Ahmed, garçon de café qui cherche depuis plusieurs années à obtenir la nationalité espagnole, évoque les "disparités salariales entre Espagnols et musulmans".

Moi, en plus de la nationalité marocaine, j'ai la nationalité espagnole, mais je ne le dis jamais car les Espagnols n'aiment pas ça", affirme Driss, un chauffeur de taxi.

Driss, qui habite un quartier arabe de Melilla admet toutefois que de nombreux musulmans "refusent à la fois de s'intégrer et d'aller vivre au Maroc".

"Ils font les cinq prières par jour et rentrent chez eux après le boulot sans rien qui puisse les réunir avec les Espagnols", explique-t-il en affirmant que "les conditions d'adaptation sont carrément inexistantes".
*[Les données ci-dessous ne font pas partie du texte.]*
def shear_readings(
    *,
    seed: int,
    soil: SoilKind,
    normal_stress_kpa: float,
    rate_mm_per_min: float,
    phi_peak_deg: float,
    displacement_to_peak_mm: float,
    phi_cv_deg: float | None = None,
    cohesion_kpa: float = 0.0,
    max_dilation_deg: float | None = None,
    contraction_mm: float | None = None,
    softening_scale_mm: float = 3.0,
    box_length_mm: float = 60.0,
    box_width_mm: float = 60.0,
    travel_mm: float = 10.0,
    interval_mm: float = 0.05,
    ring_constant_n_per_div: float | None = None,
    force_resolution_n: float = 0.1,
    gauge_resolution_mm: float = 0.002,
) -> ShearReadings:
    """Generate the readings of the shearing stage of one specimen.

    Readings are taken every ``interval_mm`` of horizontal travel at a constant
    rate, so ``elapsed_min = x / rate_mm_per_min``.  The shear force is the
    model shear stress times the nominal area ``A0 = L · W``.  Each reading gets
    Gaussian noise with a standard deviation of half a device division and is
    rounded to the device resolution.  The first row is the zero reading
    (all zeros).  For clay the vertical readings are made non-increasing, since
    a contracting specimen's dial does not run back.

    Parameters
    ----------
    seed : int
        Seed for ``numpy.random.default_rng``.
    soil : {"dense_sand", "clay"}
        Soil model; see the module docstring.
    normal_stress_kpa : float
        Normal stress during shearing, ``σ`` [kPa].
    rate_mm_per_min : float
        Horizontal displacement rate [mm/min].
    phi_peak_deg : float
        Peak friction angle ``φp`` [°]; for clay, the friction angle of the
        plateau.
    displacement_to_peak_mm : float
        Horizontal displacement at the peak (sand) or at the start of the
        plateau (clay) [mm].
    phi_cv_deg : float or None, optional
        Constant-volume (critical-state) friction angle ``φcv`` [°]; ``None``
        means equal to ``phi_peak_deg``.  For clay it must equal
        ``phi_peak_deg``.
    cohesion_kpa : float, optional
        Cohesion intercept ``c`` of the peak (sand) or plateau (clay)
        strength [kPa].
    max_dilation_deg : float or None, optional
        Maximum dilation angle ``ψmax`` of dense sand, reached at the peak [°];
        ``None`` uses Bolton's (1986) ``(φp − φcv) / 0.8``.  Must be ``None``
        or 0 for clay.
    contraction_mm : float or None, optional
        Sand: depth of the initial compression before dilation starts [mm].
        Clay: total contraction approached at large displacement [mm].
        ``None`` uses 0.03 mm (sand) or 0.3 mm (clay), invented defaults.
    softening_scale_mm : float, optional
        Dense sand: horizontal distance over which the post-peak stress excess
        ``τ − τcv`` falls by a factor ``e`` (Gaussian decay) [mm].
    box_length_mm, box_width_mm : float, optional
        Internal plan dimensions of the shear box [mm].
    travel_mm : float, optional
        Total horizontal travel [mm].
    interval_mm : float, optional
        Horizontal travel between readings [mm].
    ring_constant_n_per_div : float or None, optional
        Proving-ring constant [N/division]; when given, force is read as an
        integer number of divisions and ``force_resolution_n`` is ignored.
    force_resolution_n : float, optional
        Resolution of the load-cell force reading [N], used without a ring.
    gauge_resolution_mm : float, optional
        Resolution of the horizontal and vertical dial gauges [mm].

    Returns
    -------
    ShearReadings
        The readings, with read-only arrays.

    Raises
    ------
    ValueError
        If a parameter is out of range or inconsistent with the soil model.
    """
    if soil not in _SOILS:
        raise ValueError(f"soil must be one of {_SOILS}, got {soil!r}")
    phi_cv = phi_peak_deg if phi_cv_deg is None else phi_cv_deg
    for name, value in (
        ("normal_stress_kpa", normal_stress_kpa),
        ("rate_mm_per_min", rate_mm_per_min),
        ("displacement_to_peak_mm", displacement_to_peak_mm),
        ("softening_scale_mm", softening_scale_mm),
        ("box_length_mm", box_length_mm),
        ("box_width_mm", box_width_mm),
        ("travel_mm", travel_mm),
        ("interval_mm", interval_mm),
        ("force_resolution_n", force_resolution_n),
        ("gauge_resolution_mm", gauge_resolution_mm),
    ):
        _require_positive(name, value)
    _require_non_negative("cohesion_kpa", cohesion_kpa)
    for name, value in (("phi_peak_deg", phi_peak_deg), ("phi_cv_deg", phi_cv)):
        if not (math.isfinite(value) and 0.0 < value < 60.0):
            raise ValueError(f"{name} must lie in (0, 60) degrees, got {value!r}")
    if ring_constant_n_per_div is not None:
        _require_positive("ring_constant_n_per_div", ring_constant_n_per_div)
    n_intervals = round(travel_mm / interval_mm)
    if n_intervals < 1 or not math.isclose(n_intervals * interval_mm, travel_mm, rel_tol=1e-9):
        raise ValueError("travel_mm must be a whole number of interval_mm")
    if interval_mm <= 2.0 * gauge_resolution_mm:
        raise ValueError("interval_mm must be larger than twice gauge_resolution_mm")

    x_mm = np.arange(n_intervals + 1, dtype=np.float64) * interval_mm
    if soil == "dense_sand":
        if phi_cv > phi_peak_deg:
            raise ValueError("phi_cv_deg must not exceed phi_peak_deg for dense sand")
        psi_deg = (
            (phi_peak_deg - phi_cv) / _BOLTON_PLANE_STRAIN_FACTOR
            if max_dilation_deg is None
            else max_dilation_deg
        )
        if not (math.isfinite(psi_deg) and 0.0 <= psi_deg < 45.0):
            raise ValueError(f"max_dilation_deg must lie in [0, 45) degrees, got {psi_deg!r}")
        contraction = _DEFAULT_SAND_CONTRACTION_MM if contraction_mm is None else contraction_mm
        _require_non_negative("contraction_mm", contraction)
        tan_psi = math.tan(math.radians(psi_deg))
        if tan_psi == 0.0 and contraction > 0.0:
            raise ValueError("a contracting dense sand needs a positive max_dilation_deg")
        tau_kpa, vertical_true_mm = _dense_sand_curves(
            x_mm,
            normal_stress_kpa=normal_stress_kpa,
            phi_peak_deg=phi_peak_deg,
            phi_cv_deg=phi_cv,
            cohesion_kpa=cohesion_kpa,
            peak_mm=displacement_to_peak_mm,
            tan_psi=tan_psi,
            softening_scale_mm=softening_scale_mm,
            contraction_mm=contraction,
        )
    else:
        if not math.isclose(phi_cv, phi_peak_deg):
            raise ValueError(
                "normally consolidated clay has no peak: phi_cv_deg must equal phi_peak_deg"
            )
        if max_dilation_deg not in (None, 0.0):
            raise ValueError(
                "normally consolidated clay does not dilate: max_dilation_deg must be None or 0"
            )
        contraction = _DEFAULT_CLAY_CONTRACTION_MM if contraction_mm is None else contraction_mm
        _require_non_negative("contraction_mm", contraction)
        tau_kpa, vertical_true_mm = _clay_curves(
            x_mm,
            normal_stress_kpa=normal_stress_kpa,
            phi_deg=phi_peak_deg,
            cohesion_kpa=cohesion_kpa,
            peak_mm=displacement_to_peak_mm,
            contraction_mm=contraction,
        )

    area_mm2 = box_length_mm * box_width_mm
    force_true_n = tau_kpa * area_mm2 / 1000.0  # kPa · mm² = 1e-3 N
    elapsed_min = x_mm / rate_mm_per_min

    rng = np.random.default_rng(seed)
    half = 0.5 * gauge_resolution_mm
    horizontal_mm = _quantize(x_mm + rng.normal(0.0, half, size=x_mm.shape), gauge_resolution_mm)
    vertical_noisy = vertical_true_mm + rng.normal(0.0, half, size=x_mm.shape)
    if soil == "clay":
        vertical_noisy = np.minimum.accumulate(np.minimum(vertical_noisy, 0.0))
    vertical_mm = _quantize(vertical_noisy, gauge_resolution_mm)

    ring_divisions: NDArray[np.int64] | None = None
    if ring_constant_n_per_div is not None:
        divisions_noisy = force_true_n / ring_constant_n_per_div + rng.normal(
            0.0, 0.5, size=x_mm.shape
        )
        ring_divisions = np.rint(np.clip(divisions_noisy, 0.0, None)).astype(np.int64)
        ring_divisions[0] = 0
        resolution_n = float(ring_constant_n_per_div)
        shear_force_n = np.round(
            ring_divisions.astype(np.float64) * resolution_n, _decimals(resolution_n)
        )
    else:
        resolution_n = float(force_resolution_n)
        force_noisy = force_true_n + rng.normal(0.0, 0.5 * resolution_n, size=x_mm.shape)
        shear_force_n = _quantize(np.clip(force_noisy, 0.0, None), resolution_n)

    # The zero reading: all gauges are zeroed as shearing starts.
    horizontal_mm[0] = 0.0
    vertical_mm[0] = 0.0
    shear_force_n[0] = 0.0
    if np.any(np.diff(horizontal_mm) <= 0.0):  # pragma: no cover - guarded by interval check
        raise AssertionError("horizontal readings are not strictly increasing")

    return ShearReadings(
        seed=seed,
        soil=soil,
        normal_stress_kpa=float(normal_stress_kpa),
        area_mm2=float(area_mm2),
        rate_mm_per_min=float(rate_mm_per_min),
        gauge_resolution_mm=float(gauge_resolution_mm),
        force_resolution_n=resolution_n,
        ring_constant_n_per_div=(
            None if ring_constant_n_per_div is None else float(ring_constant_n_per_div)
        ),
        elapsed_min=_frozen(elapsed_min),
        horizontal_mm=_frozen(horizontal_mm),
        vertical_mm=_frozen(vertical_mm),
        shear_force_n=_frozen(shear_force_n),
        ring_divisions=None if ring_divisions is None else _frozen_int(ring_divisions),
    )
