def open_vectors(path, verify=False):
    """Open a native vector file or a text table (told apart by the first bytes).

    verify: also check the matrix checksum and finiteness of a native file.
    Raises FormatError (or IsthmusError for I/O) with the C library's message."""
    try:
        with open(path, "rb") as f:
            head = f.read(8)
    except IsADirectoryError:
        raise IsthmusError("is a directory, expected a vector file", path) from None
    except OSError as e:
        raise IsthmusError("cannot open for reading (%s)" % e.strerror, path) from None
    if head == NATIVE_MAGIC:
        v = _open_native(path)
        if verify:
            v.verify()
        return v
    if len(head) >= 7 and head[:7] == NATIVE_MAGIC[:7]:
        raise FormatError("not a native vector file this build knows: magic '%s', expected "
                          "'%s'" % (head.decode("latin-1"), NATIVE_MAGIC.decode()), path,
                          offset=0)
    return read_text(path)


def _open_native(path):
    import os
    size = os.path.getsize(path)

    def bad(offset, message):
        return FormatError(message, path, offset=offset)

    if size < HEADER:
        raise bad(size, "file is truncated: %d bytes, shorter than the %d-byte header"
                  % (size, HEADER))
    m = np.memmap(path, dtype=np.uint8, mode="r")
    h = bytes(m[:HEADER])
    u64 = lambda off: struct.unpack_from("<Q", h, off)[0]
    u32 = lambda off: struct.unpack_from("<I", h, off)[0]
    version = u32(H_VERSION)
    rows, dim, stride = u64(H_ROWS), u64(H_DIM), u64(H_STRIDE)
    moff, woff, wsize = u64(H_MATRIX_OFF), u64(H_WORDS_OFF), u64(H_WORDS_SIZE)
    poff, psize, fsize = u64(H_PROV_OFF), u64(H_PROV_SIZE), u64(H_FILE_SIZE)
    if version != NATIVE_VERSION:
        raise bad(H_VERSION, "native vector file version %d, this build reads version %d"
                  % (version, NATIVE_VERSION))
    if fsize != size:
        raise bad(H_FILE_SIZE, "file is %s: header says %d bytes, found %d"
                  % ("truncated" if size < fsize else "longer than its header says",
                     fsize, size))
    if dim == 0 or dim > MAX_DIM:
        raise bad(H_DIM, "dimension %d is outside 1..%d" % (dim, MAX_DIM))
    if rows == 0:
        raise bad(H_ROWS, "file holds no vectors")
    if stride != stride_for(dim):
        raise bad(H_STRIDE, "row stride %d does not fit dimension %d" % (stride, dim))
    if rows > size // 4 // stride:
        raise bad(H_ROWS, "header claims %d rows of %d numbers, more than the file holds"
                  % (rows, dim))
    mbytes = rows * stride * 4
    if moff != HEADER or moff + mbytes > size:
        raise bad(H_MATRIX_OFF, "matrix section lies outside the file")
    if woff != moff + mbytes or wsize > size - woff or wsize < 16 * rows + 8:
        raise bad(H_WORDS_OFF, "word section lies outside the file or is too small")
    if poff != woff + wsize or psize > size - poff or poff + psize != size:
        raise bad(H_PROV_OFF, "provenance section does not end the file")
    zeroed = h[:H_META_CRC] + b"\0\0\0\0" + h[H_META_CRC + 4:]
    crc = zlib.crc32(zeroed)
    crc = zlib.crc32(m[woff:woff + wsize], crc)
    crc = zlib.crc32(m[poff:poff + psize], crc)
    if crc != u32(H_META_CRC):
        raise FormatError("checksum mismatch in header, words or provenance: the file is "
                          "damaged", path)
    counts = m[woff:woff + 8 * rows].view("<u8")
    offs = np.asarray(m[woff + 8 * rows:woff + 16 * rows + 8].view("<u8"), dtype=np.uint64)
    pool_off = woff + 16 * rows + 8
    pool = bytes(m[pool_off:woff + wsize])
    words, seen = [], {}
    for i in range(rows):
        a, b = int(offs[i]), int(offs[i + 1])
        if b <= a or b > len(pool) or (i == 0 and a != 0) or pool[b - 1] != 0:
            raise bad(woff + 8 * rows + 8 * i, "word offsets of row %d are inconsistent" % i)
        raw = pool[a:b - 1]
        problem = _word_problem(raw)
        if problem:
            raise bad(pool_off + a + problem[1], "row %d: %s" % (i, problem[0]))
        w = raw.decode("utf-8")
        if w in seen:
            raise bad(pool_off + a, "duplicate word '%s' in rows %d and %d" % (w, seen[w], i))
        seen[w] = i
        words.append(w)
    matrix = m[HEADER:HEADER + mbytes].view("<f4").reshape(rows, stride)[:, :dim]
    prov = bytes(m[poff:poff + psize]).decode("utf-8", errors="replace")
    fp = u32(H_MATRIX_CRC) << 32 | u32(H_WORDS_CRC)
    v = Vectors(path, words, counts, matrix, prov, fp, True, mapping=m)
    v._index = seen
    return v


def fingerprint(words, matrix):
    """The fingerprint a vector table gets: CRC-32 of the matrix rows padded with zeros to the
    native stride, shifted left 32, or the CRC-32 of the words each followed by a NUL."""
    matrix = np.asarray(matrix, dtype="<f4")
    rows, dim = matrix.shape
    padded = np.zeros((rows, stride_for(dim)), dtype="<f4")
    padded[:, :dim] = matrix
    wcrc = zlib.crc32(b"".join(w.encode("utf-8") + b"\0" for w in words))
    return zlib.crc32(padded.tobytes()) << 32 | wcrc


# --- plain-text table -----------------------------------------------------------------

def _is_header(fields):
    return (len(fields) == 2 and all(f.isdigit() and f.isascii() and 0 < len(f) <= 18
                                     for f in fields))


def _split(line):
    return line.replace(b"\t", b" ").split(b" ")


def read_text(path, max_dim=MAX_DIM):
    """Read a plain-text vector table (plain or gzip): a word and its numbers per line, an
    optional 'ROWS DIM' first line. Errors name the file and line as the C reader does.

    Numbers are parsed as binary64 and then rounded to binary32; for a number printed from a
    float32 (9 significant digits) this gives the same bits as the C reader, which rounds
    once, directly to binary32."""
    data = read_bytes(path, "a vector file")
    if not data:
        raise FormatError("empty file, expected a vector table", path)
    if data.startswith(b"\xef\xbb\xbf"):
        data = data[3:]
    lines = data.split(b"\n")
    if lines and lines[-1] == b"":
        lines.pop()
    words, rows, first_line = [], [], {}
    dim = None
    header_rows = None
    for n, line in enumerate(lines, 1):
        if line.endswith(b"\r"):
            line = line[:-1]
        fields = [f for f in _split(line) if f]

        def bad(message):
            return FormatError(message, path, line=n)

        if n == 1 and _is_header(fields):
            header_rows, hdim = int(fields[0]), int(fields[1])
            if hdim == 0 or hdim > max_dim:
                raise bad("header gives dimension %d, expected 1..%d" % (hdim, max_dim))
            if header_rows == 0:
                raise bad("header declares 0 rows: the table holds no vectors")
            dim = hdim
            continue
        if not fields:
            if dim is None:
                raise bad("empty line, expected a word and its numbers")
            raise bad("empty line, expected a word and %d numbers" % dim)
        raw = fields[0]
        problem = _word_problem(raw)
        if problem:
            raise bad("%s (byte %d of the line)" % (problem[0],
                                                   line.index(raw) + problem[1] + 1))
        word = raw.decode("utf-8")
        if dim is None:
            if len(fields) == 1:
                raise bad("a word with no numbers: dimension 0")
            dim = len(fields) - 1
            if dim > max_dim:
                raise bad("dimension %d exceeds the limit of %d" % (dim, max_dim))
        if header_rows is not None and len(words) == header_rows:
            raise bad("header declares %d rows, but the table goes on" % header_rows)
        nums = fields[1:]
        if len(nums) > dim:
            raise bad("expected %d numbers after '%s', found %d" % (dim, word, len(nums)))
        values = np.empty(len(nums), dtype=np.float32)
        for k, tok in enumerate(nums):
            status, f = parse_float32(tok)
            if status:
                raise bad("component %d of '%s' is %s: '%s'"
                          % (k + 1, word, status, tok[:40].decode("utf-8", "replace")))
            values[k] = f
        if len(nums) < dim:
            raise bad("expected %d numbers after '%s', found %d" % (dim, word, len(nums)))
        if word in first_line:
            raise bad("duplicate word '%s' (first on line %d)" % (word, first_line[word]))
        first_line[word] = n
        words.append(word)
        rows.append(values)
    if header_rows is not None and len(words) != header_rows:
        if not words:
            raise FormatError("header declares %d rows, found none" % header_rows, path,
                              line=1)
        raise FormatError("header declares %d rows, found %d" % (header_rows, len(words)),
                          path, line=len(lines))
    if not words:
        raise FormatError("empty file, expected a vector table", path)
    matrix = np.vstack(rows)
    v = Vectors(path, words, np.zeros(len(words), dtype=np.uint64), matrix, "",
                fingerprint(words, matrix), False)
    v._index = {w: i for i, w in enumerate(words)}
    return v


_NUMBER = re.compile(rb"[+-]?(?:[0-9]+(?:\.[0-9]*)?|\.[0-9]+)(?:[eE][+-]?[0-9]+)?")


def parse_float32(tok):
    """(None, value) for a decimal number as the C reader accepts it ([+-]digits[.digits]
    [e[+-]digits], no nan, inf or hex), rounded once to the nearest binary32; else
    ("not a number", None) or ("not a finite float32", None)."""
    if not _NUMBER.fullmatch(tok):
        return "not a number", None
    d = float(tok)
    with np.errstate(over="ignore"):
        f = np.float32(d)
    if not np.isfinite(f):
        return "not a finite float32", None
    if d != 0.0 and _on_float32_midpoint(d):
        # the binary64 value sits exactly between two binary32 values: the second rounding
        # may go the wrong way, so decide with the exact decimal value
        exact = fractions.Fraction(tok.decode("ascii"))
        below = np.float32(d)
        other = np.nextafter(below, np.float32(np.inf) if float(below) < d
                             else np.float32(-np.inf))
        lo, hi = sorted((below, other), key=float)
        mid = (fractions.Fraction(float(lo)) + fractions.Fraction(float(hi))) / 2
        if exact != mid:
            f = hi if exact > mid else lo
    return None, f
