/* The matrices a thread trains: the shared ones, or copies of them. */
static ist_status
worker_matrices(worker *w, const shared *sh, size_t vocab, ist_error *err)
{
    size_t bytes = vocab * sh->stride * sizeof(float);

    w->in = sh->in;
    w->out = sh->out;
    if (!sh->copies)
        return IST_OK;
    w->own_in = ist_aligned_alloc(bytes);
    w->own_out = ist_aligned_alloc(bytes);
    if (!w->own_in || !w->own_out)
        return ist_error_set(err, IST_ERR_NOMEM, "out of memory for the threads' copies of the "
                             "vectors (%.1f MB each): use fewer threads or parallel = shared",
                             2.0 * (double)bytes / 1e6);
    memcpy(w->own_in, sh->in, bytes);
    memcpy(w->own_out, sh->out, bytes);
    w->in = w->own_in;
    w->out = w->own_out;
    return IST_OK;
}

static void
worker_free(worker *w)
{
    ist_aligned_free(w->own_in), ist_aligned_free(w->own_out);
    ist_aligned_free(w->rep_in), ist_aligned_free(w->rep_out);
    ist_aligned_free(w->base_in), ist_aligned_free(w->base_out);
    ist_free(w->xr), ist_free(w->yr), ist_free(w->xw), ist_free(w->yw), ist_free(w->dxr);
    ist_free(w->outs), ist_free(w->mult), ist_free(w->pre);
    ist_free(w->s), ist_free(w->g), ist_free(w->gt);
    ist_aligned_free(w->dx);
}
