static bool
ref_mutual(const plane *pl, size_t i, size_t j)
{
    for (size_t k = 0; k < NS; k++)
        if (k != i && pl->csls[k][j] > pl->csls[i][j])
            return false;
    return true;
}

static void
test_plane_scores(void **state)
{
    (void)state;
    plane pl;
    ist_proposals *p;
    make_plane(&pl);
    assert_int_equal(propose_plane(&pl, NULL, 0, IST_PROPOSE_INFORMATIVE, false, 3, &p), IST_OK);
    assert_int_equal(ist_proposals_count(p), NS * 3);
    size_t seen = 0;
    for (size_t n = 0; n < ist_proposals_count(p); n++) {
        const ist_proposal *r = ist_proposals_get(p, n);
        size_t i = r->source_row, order[NT];
        ref_ranking(&pl, i, order);
        seen |= (size_t)1 << i;
        assert_int_equal(r->target_row, order[r->place - 1]);
        assert_float_equal(r->score, pl.csls[i][r->target_row], 1e-5);
        double want = r->place == 1 ? pl.csls[i][order[0]] - pl.csls[i][order[1]]
                                    : pl.csls[i][r->target_row] - pl.csls[i][order[0]];
        assert_float_equal(r->margin, want, 1e-5);
        assert_int_equal(r->mutual, ref_mutual(&pl, i, r->target_row));
        assert_int_equal(r->source_count, src_count[i]);
    }
    assert_int_equal(seen, (1u << NS) - 1);
    /* By hand: s0 (0 deg) is nearest t0 (5 deg) and s3 (150 deg) nearest t4
     * (170 deg); both pairs are each other's best; t1 (30 deg) is nearest s1
     * (40 deg), so s0 -> t1 is not mutual. */
    for (size_t n = 0; n < ist_proposals_count(p); n++) {
        const ist_proposal *r = ist_proposals_get(p, n);
        if (r->source_row == 0 && r->place == 1) {
            assert_int_equal(r->target_row, 0);
            assert_true(r->mutual);
        }
        if (r->source_row == 3 && r->place == 1) {
            assert_int_equal(r->target_row, 4);
            assert_true(r->mutual);
        }
        if (r->source_row == 0 && r->target_row == 1)
            assert_false(r->mutual);
    }
    ist_proposals_free(p);
    free_plane(&pl);
}

/* Source order of the first rows of each word. */
static size_t
word_order(const ist_proposals *p, size_t *src, float *margin, bool *mutual)
{
    size_t n = 0;
    for (size_t k = 0; k < ist_proposals_count(p); k++) {
        const ist_proposal *r = ist_proposals_get(p, k);
        if (r->place != 1)
            continue;
        assert_int_equal(r->priority, n + 1);
        src[n] = r->source_row;
        margin[n] = r->margin;
        mutual[n++] = r->mutual;
    }
    return n;
}

static void
test_plane_order(void **state)
{
    (void)state;
    plane pl;
    ist_proposals *p;
    size_t src[NS], n;
    float margin[NS];
    bool mutual[NS];
    make_plane(&pl);

    /* informative: ascending margin / count (docs/methods.md) */
    assert_int_equal(propose_plane(&pl, NULL, 0, IST_PROPOSE_INFORMATIVE, false, 2, &p), IST_OK);
    n = word_order(p, src, margin, mutual);
    assert_int_equal(n, NS);
    for (size_t i = 1; i < n; i++)
        assert_true(margin[i - 1] / (double)src_count[src[i - 1]] <=
                    margin[i] / (double)src_count[src[i]]);
    /* By the reference values: margins s0 .278, s1 .044, s2 .414, s3 .622, s4 .742.
     * s1 (least certain) comes first; s3, the most frequent word, comes second
     * although its margin is the second widest, before s0 and s2. */
    assert_int_equal(src[0], 1);
    assert_int_equal(src[1], 3);
    assert_int_equal(src[2], 0);
    assert_int_equal(src[4], 4);
    ist_proposals_free(p);

    /* certain: mutual first, then descending margin */
    assert_int_equal(propose_plane(&pl, NULL, 0, IST_PROPOSE_CERTAIN, false, 2, &p), IST_OK);
    n = word_order(p, src, margin, mutual);
    assert_int_equal(n, NS);
    for (size_t i = 1; i < n; i++) {
        assert_true(mutual[i - 1] >= mutual[i]);
        if (mutual[i - 1] == mutual[i])
            assert_true(margin[i - 1] >= margin[i]);
    }
    assert_true(mutual[0]);
    ist_proposals_free(p);
    free_plane(&pl);
}

static void
test_plane_exclusions(void **state)
{
    (void)state;
    plane pl;
    ist_proposals *p;
    ist_pairs *list;
    ist_error err;
    make_plane(&pl);
    /* s3 is listed (with gold target t0); t0 is s0's best candidate */
    assert_int_equal(ist_pairs_new(&list, &err), IST_OK);
    assert_int_equal(ist_pairs_add(list, "s3", "t0", &err), IST_OK);
    const ist_pairs *lists[] = {list};

    assert_int_equal(propose_plane(&pl, lists, 1, IST_PROPOSE_INFORMATIVE, false, 2, &p), IST_OK);
    ist_propose_stats st = ist_proposals_stats(p);
    assert_int_equal(st.listed, 1);
    assert_int_equal(st.proposed, NS - 1);
    assert_int_equal(st.gold_targets, 1);
    bool t0_seen = false;
    for (size_t k = 0; k < ist_proposals_count(p); k++) {
        const ist_proposal *r = ist_proposals_get(p, k);
        assert_int_not_equal(r->source_row, 3);
        t0_seen |= r->target_row == 0;
    }
    assert_true(t0_seen);
    ist_proposals_free(p);

    assert_int_equal(propose_plane(&pl, lists, 1, IST_PROPOSE_INFORMATIVE, true, 2, &p), IST_OK);
    st = ist_proposals_stats(p);
    assert_true(st.skipped_targets >= 1);
    for (size_t k = 0; k < ist_proposals_count(p); k++) {
        const ist_proposal *r = ist_proposals_get(p, k);
        assert_int_not_equal(r->source_row, 3);
        assert_int_not_equal(r->target_row, 0);
        if (r->source_row == 0 && r->place == 1) {
            /* s0's best kept candidate is its second overall; margin to its third */
            size_t order[NT];
            ref_ranking(&pl, 0, order);
            assert_int_equal(order[0], 0);
            assert_int_equal(r->target_row, order[1]);
            assert_float_equal(r->margin, pl.csls[0][order[1]] - pl.csls[0][order[2]], 1e-5);
        }
    }
    ist_proposals_free(p);

    /* the N most frequent rows only: rows 0 and 1 */
    ist_propose_opts po;
    ist_propose_opts_init(&po);
    no_filters(&po);
    po.top_sources = 2;
    po.search.csls_k = NB;
    assert_int_equal(ist_propose_views(ist_store_view(pl.src), ist_store_view(pl.tgt), pl.src,
                                       pl.tgt, NULL, 0, &po, &p, &err), IST_OK);
    assert_int_equal(ist_proposals_stats(p).proposed, 2);
    for (size_t k = 0; k < ist_proposals_count(p); k++)
        assert_true(ist_proposals_get(p, k)->source_row < 2);
    ist_proposals_free(p);

    /* bad options are refused */
    assert_int_equal(propose_plane(&pl, NULL, 0, IST_PROPOSE_INFORMATIVE, false, 0, &p),
                     IST_ERR_INVALID);
    assert_null(p);
    ist_pairs_free(list);
    free_plane(&pl);
}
Le propriétaire musulman d'un café où des Espagnols étaient réunis autour d'un verre à l'ocasion de la visite du roi Juan Carlos, estime en revanche qu'"on peut s'intégrer si on le désire".

"Il y en a qui refusent de s'intégrer et avancent n'importe quoi pour expliquer leur isolement", dit-il sous le couvert de l'anonymat.


"Je suis musulman, je fais mes prières, mais rien ne m'empêche de partager les conditions de vie des Espagnols", dit-t-il en servant de la bière aux clients.

Mériem, 30 ans, femme d'origine marocaine habillée à l'occidentale, estime qu'elle n'a strictement aucun problème d'insertion. "Regardez, je prends un café aux côtés des chrétiens", dit-elle le sourire aux lèvres.

"La non insertion des musulmans marocains de Melilla est due à la politique suivie par le gouvernement local dirigé par le Parti populaire espagnol" (PP, droite), déclare à l'AFP Rachid Hussein, dirigeant d'une ONG basée à Nador, la ville marocaine voisine de Melilla.

"Je connais parfaitement leurs difficultés face à la politique du gouvernement local basée sur la discrimination". Cette politique, "n'offre pas aux musulmans marocains l'égalité des chances et leurs droits s'en trouvent bafoués en matière de santé, d'enseignement, d'emploi et de logement", ajoute-t-il.